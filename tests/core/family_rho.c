/* Spearman's rho of every family, and back. */
#include "family_rows.h"

#include <gsl/gsl_errno.h>

/* Spearman's rho beside tau in both files: Pearson (1907), Nelsen (2006), 50 digits */
static void published_rho(void **state)
{
    (void)state;
    const char *files[] = { "tau_to_parameter.csv", "parameter_to_tau.csv" };
    size_t checked = 0;
    for (size_t k = 0; k < 2; k++) {
        struct csv *t = csv_read(files[k]);
        for (size_t i = 0; i < t->rows; i++) {
            const family *f = family_in_row(t, i);
            double rho, want = csv_number(t, i, "rho_spearman");
            if (!f || isnan(want)) continue;
            double lost = f->theta_low == 1
                              ? lost_to_rounding(csv_text(t, i, "parameter"), 1.5) : 0;
            assert_int_equal(f->rho_from_theta(csv_number(t, i, "parameter"), 0, &rho), OK);
            close_or_fail(rho + lost, want, 1e-12 * fabs(want), f->word, __FILE__, __LINE__);
            checked++;
        }
        csv_free(t);
    }
    assert_int_equal(checked, 238);
}

/* rho_spearman_clayton_joe.csv and rho_spearman_student_t.csv, by two-dimensional quadrature */
static void rho_by_quadrature(void **state)
{
    (void)state;
    struct csv *t = csv_read("rho_spearman_clayton_joe.csv");
    double rho;
    for (size_t i = 0; i < t->rows; i++) {
        const family *f = family_in_row(t, i);
        assert_int_equal(f->rho_from_theta(csv_number(t, i, "parameter"), 0, &rho), OK);
        assert_within(rho, csv_number(t, i, "rho_spearman"), csv_number(t, i, "tolerance"));
    }
    csv_free(t);
    t = csv_read("rho_spearman_student_t.csv");
    const family *f = family_named("t");
    for (size_t i = 0; i < t->rows; i++) {
        double correlation = csv_number(t, i, "rho"), want = csv_number(t, i, "rho_spearman");
        assert_int_equal(f->rho_from_theta(correlation, csv_number(t, i, "nu"), &rho), OK);
        assert_within(rho, want, csv_number(t, i, "tolerance"));
    }
    csv_free(t);
}

/* The correlation of a t falls back to that of the normal, and -rho to -correlation. */
static void rho_of_t(void **state)
{
    (void)state;
    const family *t = family_named("t"), *gaussian = family_named("gaussian");
    uint64_t s = 8;
    for (size_t i = 0; i < effort(20); i++) {
        double correlation = random_uniform(&s), rho, turned, normal;
        assert_int_equal(t->rho_from_theta(correlation, 1e9, &rho), OK);
        assert_int_equal(gaussian->rho_from_theta(correlation, 0, &normal), OK);
        assert_within(rho, normal, 1e-9);
        assert_int_equal(t->rho_from_theta(correlation, 3, &rho), OK);
        assert_int_equal(t->rho_from_theta(-correlation, 3, &turned), OK);
        assert_within(turned, -rho, 1e-15);
        assert_true(rho < normal);
    }
}

/* What rho of plackett loses when theta, in decimals just below 1, is rounded to a double */
static double lost_below_one(const char *theta)
{
    size_t nines = strspn(theta, "0.9") - 2;
    if (strncmp(theta, "0.99", 4) || theta[nines + 2]) return 0;
    return ((1 - strtod(theta, NULL)) - pow(10, -(double)nines)) / 3;
}

/* plackett_rho_spearman.csv: Mardia (1970), 50 digits, and inverses; plackett_tau.csv by
 * two-dimensional quadrature */
static void plackett(void **state)
{
    (void)state;
    const family *f = family_named("plackett");
    struct csv *t = csv_read("plackett_rho_spearman.csv");
    for (size_t i = 0; i < t->rows; i++) {
        const char *text = csv_text(t, i, "parameter");
        double theta = csv_number(t, i, "parameter"), rho = csv_number(t, i, "rho_spearman"), x;
        if (csv_is(t, i, "family", "plackett inverse")) {
            assert_int_equal(f->theta_from_spearman(rho, &x), OK);
            assert_within(x, theta, allowed(t, i, theta));
            continue;
        }
        double lost = strncmp(text, "1.0", 3) ? lost_below_one(text)
                                              : lost_to_rounding(text, 1.0 / 3);
        assert_int_equal(f->rho_from_theta(theta, 0, &x), OK);
        assert_within(x + lost, rho, allowed(t, i, rho));
    }
    csv_free(t);
    t = csv_read("plackett_tau.csv");
    for (size_t i = 0; i < t->rows; i++) {
        double tau;
        assert_int_equal(f->tau_from_theta(csv_number(t, i, "parameter"), &tau), OK);
        assert_within(tau, csv_number(t, i, "tau"), csv_number(t, i, "tolerance"));
    }
    csv_free(t);
}

/* Families whose rho is inverted by themselves: there and back, over all that they reach; 33 - 48
 * log 2 and 4 pi^2 - 39 are the ends of amh (Nelsen 2006). */
static void rho_both_ways(void **state)
{
    (void)state;
    uint64_t s = 10;
    for (const family *const *f = families; *f; f++) {
        if (!(*f)->theta_from_spearman) continue;
        double low = (*f)->rho_low, high = (*f)->rho_high, theta, back;
        if (low == 0 && high == 0) low = -1, high = 1;
        for (size_t i = 0; i < effort(2000); i++) {
            double part = pow(10, -7 * random_uniform(&s)), end = random_below(&s, 2) ? low : high;
            double rho = end * (random_below(&s, 2) ? part : 1 - part * part);
            assert_int_equal((*f)->theta_from_spearman(rho, &theta), OK);
            assert_int_equal((*f)->rho_from_theta(theta, 0, &back), OK);
            double most = 1e-12 * fabs(rho) + (about_one(*f) ? 2.3e-16 : 0);
            close_or_fail(back, rho, most, (*f)->word, __FILE__, __LINE__);
        }
        assert_int_equal((*f)->theta_from_spearman(nextafter(low, -2), &theta), OUT_OF_DOMAIN);
        assert_int_equal((*f)->theta_from_spearman(nextafter(high, 2), &theta), OUT_OF_DOMAIN);
        assert_int_equal((*f)->theta_from_spearman(NAN, &theta), OUT_OF_DOMAIN);
    }
    double rho;
    assert_int_equal(family_named("amh")->rho_from_theta(-1, 0, &rho), OK);
    assert_within(rho, 33 - 48 * log(2), 1e-14);
    assert_int_equal(family_named("amh")->rho_from_theta(1, 0, &rho), OK);
    assert_within(rho, 4 * acos(-1) * acos(-1) - 39, 1e-14);
}

/* Pairs of clayton below 0: at -1/2 the integral of C = max(sqrt u + sqrt v - 1, 0)^2 is 19/90, so
 * rho is -7/15; the rest by NumPy with Gauss and Legendre's rule on 200 x 200 points. */
static void rho_of_negative_clayton(void **state)
{
    (void)state;
    const family *f = family_named("clayton");
    const struct { double theta, rho, most; } known[] = {
        { -1, -1, 1e-15 }, { -0.5, -7.0 / 15, 1e-14 }, { -0.9, -0.8979949453, 2e-10 },
        { -0.2, -0.16551702265985, 5e-14 },
        { -0.05, -0.03844856297165, 5e-14 }, { -0.01, -0.00753759279113, 5e-14 },
    };
    double rho, below;
    for (size_t i = 0; i < sizeof known / sizeof *known; i++) {
        assert_int_equal(f->rho_from_theta(known[i].theta, 0, &rho), OK);
        assert_within(rho, known[i].rho, known[i].most);
    }
    for (int side = -1; side <= 1; side += 2) {              /* where the forms meet */
        assert_int_equal(f->rho_from_theta(0.025 * side, 0, &rho), OK);
        assert_int_equal(f->rho_from_theta(nextafter(0.025 * side, 0), 0, &below), OK);
        assert_within(below, rho, 1e-15);
    }
}

int main(void)
{
    gsl_set_error_handler_off();
    const struct CMUnitTest tests[] = {
        cmocka_unit_test(published_rho), cmocka_unit_test(rho_by_quadrature),
        cmocka_unit_test(rho_of_t), cmocka_unit_test(plackett),
        cmocka_unit_test(rho_both_ways), cmocka_unit_test(rho_of_negative_clayton),
    };
    return cmocka_run_group_tests(tests, NULL, NULL);
}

+-------+

> **Task**: The listing above has to be repeated exactly, down to the last line.

> **Answer for this exercise**:
filename tests/core/family_rho.c
/* Spearman's rho of every family, and back. */
#include "family_rows.h"

#include <gsl/gsl_errno.h>

/* Spearman's rho beside tau in both files: Pearson (1907), Nelsen (2006), 50 digits */
static void published_rho(void **state)
{
    (void)state;
    const char *files[] = { "tau_to_parameter.csv", "parameter_to_tau.csv" };
    size_t checked = 0;
    for (size_t k = 0; k < 2; k++) {
        struct csv *t = csv_read(files[k]);
        for (size_t i = 0; i < t->rows; i++) {
            const family *f = family_in_row(t, i);
            double rho, want = csv_number(t, i, "rho_spearman");
            if (!f || isnan(want)) continue;
            double lost = f->theta_low == 1
                              ? lost_to_rounding(csv_text(t, i, "parameter"), 1.5) : 0;
            assert_int_equal(f->rho_from_theta(csv_number(t, i, "parameter"), 0, &rho), OK);
            close_or_fail(rho + lost, want, 1e-12 * fabs(want), f->word, __FILE__, __LINE__);
            checked++;
        }
        csv_free(t);
    }
    assert_int_equal(checked, 238);
}

/* rho_spearman_clayton_joe.csv and rho_spearman_student_t.csv, by two-dimensional quadrature */
static void rho_by_quadrature(void **state)
{
    (void)state;
    struct csv *t = csv_read("rho_spearman_clayton_joe.csv");
    double rho;
    for (size_t i = 0; i < t->rows; i++) {
        const family *f = family_in_row(t, i);
        assert_int_equal(f->rho_from_theta(csv_number(t, i, "parameter"), 0, &rho), OK);
        assert_within(rho, csv_number(t, i, "rho_spearman"), csv_number(t, i, "tolerance"));
    }
    csv_free(t);
    t = csv_read("rho_spearman_student_t.csv");
    const family *f = family_named("t");
    for (size_t i = 0; i < t->rows; i++) {
        double correlation = csv_number(t, i, "rho"), want = csv_number(t, i, "rho_spearman");
        assert_int_equal(f->rho_from_theta(correlation, csv_number(t, i, "nu"), &rho), OK);
        assert_within(rho, want, csv_number(t, i, "tolerance"));
    }
    csv_free(t);
}

/* The correlation of a t falls back to that of the normal, and -rho to -correlation. */
static void rho_of_t(void **state)
{
    (void)state;
    const family *t = family_named("t"), *gaussian = family_named("gaussian");
    uint64_t s = 8;
    for (size_t i = 0; i < effort(20); i++) {
        double correlation = random_uniform(&s), rho, turned, normal;
        assert_int_equal(t->rho_from_theta(correlation, 1e9, &rho), OK);
        assert_int_equal(gaussian->rho_from_theta(correlation, 0, &normal), OK);
        assert_within(rho, normal, 1e-9);
        assert_int_equal(t->rho_from_theta(correlation, 3, &rho), OK);
        assert_int_equal(t->rho_from_theta(-correlation, 3, &turned), OK);
        assert_within(turned, -rho, 1e-15);
        assert_true(rho < normal);
    }
}

/* What rho of plackett loses when theta, in decimals just below 1, is rounded to a double */
static double lost_below_one(const char *theta)
{
    size_t nines = strspn(theta, "0.9") - 2;
    if (strncmp(theta, "0.99", 4) || theta[nines + 2]) return 0;
    return ((1 - strtod(theta, NULL)) - pow(10, -(double)nines)) / 3;
}

/* plackett_rho_spearman.csv: Mardia (1970), 50 digits, and inverses; plackett_tau.csv by
 * two-dimensional quadrature */
static void plackett(void **state)
{
    (void)state;
    const family *f = family_named("plackett");
    struct csv *t = csv_read("plackett_rho_spearman.csv");
    for (size_t i = 0; i < t->rows; i++) {
        const char *text = csv_text(t, i, "parameter");
        double theta = csv_number(t, i, "parameter"), rho = csv_number(t, i, "rho_spearman"), x;
        if (csv_is(t, i, "family", "plackett inverse")) {
            assert_int_equal(f->theta_from_spearman(rho, &x), OK);
            assert_within(x, theta, allowed(t, i, theta));
            continue;
        }
        double lost = strncmp(text, "1.0", 3) ? lost_below_one(text)
                                              : lost_to_rounding(text, 1.0 / 3);
        assert_int_equal(f->rho_from_theta(theta, 0, &x), OK);
        assert_within(x + lost, rho, allowed(t, i, rho));
    }
    csv_free(t);
    t = csv_read("plackett_tau.csv");
    for (size_t i = 0; i < t->rows; i++) {
        double tau;
        assert_int_equal(f->tau_from_theta(csv_number(t, i, "parameter"), &tau), OK);
        assert_within(tau, csv_number(t, i, "tau"), csv_number(t, i, "tolerance"));
    }
    csv_free(t);
}

/* Families whose rho is inverted by themselves: there and back, over all that they reach; 33 - 48
 * log 2 and 4 pi^2 - 39 are the ends of amh (Nelsen 2006). */
static void rho_both_ways(void **state)
{
    (void)state;
    uint64_t s = 10;
    for (const family *const *f = families; *f; f++) {
        if (!(*f)->theta_from_spearman) continue;
        double low = (*f)->rho_low, high = (*f)->rho_high, theta, back;
        if (low == 0 && high == 0) low = -1, high = 1;
        for (size_t i = 0; i < effort(2000); i++) {
            double part = pow(10, -7 * random_uniform(&s)), end = random_below(&s, 2) ? low : high;
            double rho = end * (random_below(&s, 2) ? part : 1 - part * part);
            assert_int_equal((*f)->theta_from_spearman(rho, &theta), OK);
            assert_int_equal((*f)->rho_from_theta(theta, 0, &back), OK);
            double most = 1e-12 * fabs(rho) + (about_one(*f) ? 2.3e-16 : 0);
            close_or_fail(back, rho, most, (*f)->word, __FILE__, __LINE__);
        }
        assert_int_equal((*f)->theta_from_spearman(nextafter(low, -2), &theta), OUT_OF_DOMAIN);
        assert_int_equal((*f)->theta_from_spearman(nextafter(high, 2), &theta), OUT_OF_DOMAIN);
        assert_int_equal((*f)->theta_from_spearman(NAN, &theta), OUT_OF_DOMAIN);
    }
    double rho;
    assert_int_equal(family_named("amh")->rho_from_theta(-1, 0, &rho), OK);
    assert_within(rho, 33 - 48 * log(2), 1e-14);
    assert_int_equal(family_named("amh")->rho_from_theta(1, 0, &rho), OK);
    assert_within(rho, 4 * acos(-1) * acos(-1) - 39, 1e-14);
}

/* Pairs of clayton below 0: at -1/2 the integral of C = max(sqrt u + sqrt v - 1, 0)^2 is 19/90, so
 * rho is -7/15; the rest by NumPy with Gauss and Legendre's rule on 200 x 200 points. */
static void rho_of_negative_clayton(void **state)
{
    (void)state;
    const family *f = family_named("clayton");
    const struct { double theta, rho, most; } known[] = {
        { -1, -1, 1e-15 }, { -0.5, -7.0 / 15, 1e-14 }, { -0.9, -0.8979949453, 2e-10 },
        { -0.2, -0.16551702265985, 5e-14 },
        { -0.05, -0.03844856297165, 5e-14 }, { -0.01, -0.00753759279113, 5e-14 },
    };
    double rho, below;
    for (size_t i = 0; i < sizeof known / sizeof *known; i++) {
        assert_int_equal(f->rho_from_theta(known[i].theta, 0, &rho), OK);
        assert_within(rho, known[i].rho, known[i].most);
    }
    for (int side = -1; side <= 1; side += 2) {              /* where the forms meet */
        assert_int_equal(f->rho_from_theta(0.025 * side, 0, &rho), OK);
        assert_int_equal(f->rho_from_theta(nextafter(0.025 * side, 0), 0, &below), OK);
        assert_within(below, rho, 1e-15);
    }
}

int main(void)
{
    gsl_set_error_handler_off();
    const struct CMUnitTest tests[] = {
        cmocka_unit_test(published_rho), cmocka_unit_test(rho_by_quadrature),
        cmocka_unit_test(rho_of_t), cmocka_unit_test(plackett),
        cmocka_unit_test(rho_both_ways), cmocka_unit_test(rho_of_negative_clayton),
    };
    return cmocka_run_group_tests(tests, NULL, NULL);
}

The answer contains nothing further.